Using ML filters to help automated vulnerability repairs: when it helps and when it doesn't
This is an incremental improvement for automated program repair, potentially speeding up patch generation by integrating ML filters with testing oracles.
The paper tackles the problem of unreliable ML models in automated vulnerability repair by proposing an ML filter before traditional testing, identifying theoretical bounds on precision and recall to determine when this approach is effective.

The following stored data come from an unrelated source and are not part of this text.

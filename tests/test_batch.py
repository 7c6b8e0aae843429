"""Batch runs: discovery, the manifest, resume, failures, a local process pool against a Dask
LocalCluster (loopback), a killed Dask worker, a killed batch process, the Snakemake workflow.

Real engines throughout: ASE reads the files, PySCF runs the checks, Dask and Snakemake run the
jobs. Structures are made from ASE's G2 collection (ase.collections.g2: Curtiss et al., J. Chem.
Phys. 106, 1063, 1997, as ASE ships them), perturbed by a seeded random displacement.
Budget: about 60-90 s on 2 cores, most of it Dask and Snakemake start-up.

Robustness: only regular files are inputs, the manifest reader skips and reports bad lines and
checks every field of a record, a manifest that is a symbolic link is refused, ``--force`` starts
a fresh manifest and keeps the old one, our own outputs are never inputs, workers are capped at
the cores and die with their parent, scheduler addresses are checked before anything starts, and
a zeta file applies where its elements occur. Facts relied on: opening a FIFO for reading blocks
until a writer opens it (POSIX open(2)); an orphaned process is re-parented, so its getppid()
changes (POSIX _exit(2)); a SIGKILLed process runs no clean-up code (signal(7)): common practice,
no source.
"""

from __future__ import annotations

import concurrent.futures as cf
import csv
import json
import os
import shutil
import signal
import subprocess
import sys
import time
from dataclasses import replace
from pathlib import Path

import numpy as np
import pytest
from ase.build import molecule
from ase.collections import g2
from ase.io import write

from stobuilder import batch
from stobuilder.batch import discover, read_manifest, run_batch
from stobuilder.cli import main
from stobuilder.core.errors import InputError
from stobuilder.pipeline.options import BuildOptions
from stobuilder.core.files import sha256_text
from stobuilder.core.limits import one_line
from stobuilder.pipeline.path import build_structures
from support import ROOT, assert_one_line_error, child_env, kill_when_done, run_cli
from stobuilder.jobs import executors
from stobuilder.jobs import progress as jobs_progress
from stobuilder.jobs import manifest as jobs_manifest

EXAMPLES = ROOT / "examples" / "structures"
# Closed-shell G2 molecules of 7 or more atoms: their SCF checks take a noticeable fraction of a
# second each, which the interrupt test needs to stop a batch part-way.
SLOW_CHECKS = ["C2H6", "C3H8", "C3H9N", "C4H4O", "C4H4S", "C5H5N", "C6H6", "CH3CH2OH", "CH3CH2SH",
               "CH2SCH2", "C3H7Cl", "C2H6SO"]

[Context:] The acceptance of candidate patches in automated program repair has been typically based on testing oracles. Testing requires typically a costly process of building the application while ML models can be used to quickly classify patches, thus allowing more candidate patches to be generated in a positive feedback loop. [Problem:] If the model predictions are unreliable (as in vulnerability detection) they can hardly replace the more reliable oracles based on testing. [New Idea:] We propose to use an ML model as a preliminary filter of candidate patches which is put in front of a traditional filter based on testing. [Preliminary Results:] We identify some theoretical bounds on the precision and recall of the ML algorithm that makes such operation meaningful in practice. With these bounds and the results published in the literature, we calculate how fast some of state-of-the art vulnerability detectors must be to be more effective over a traditional AVR pipeline such as APR4Vuln based just on testing.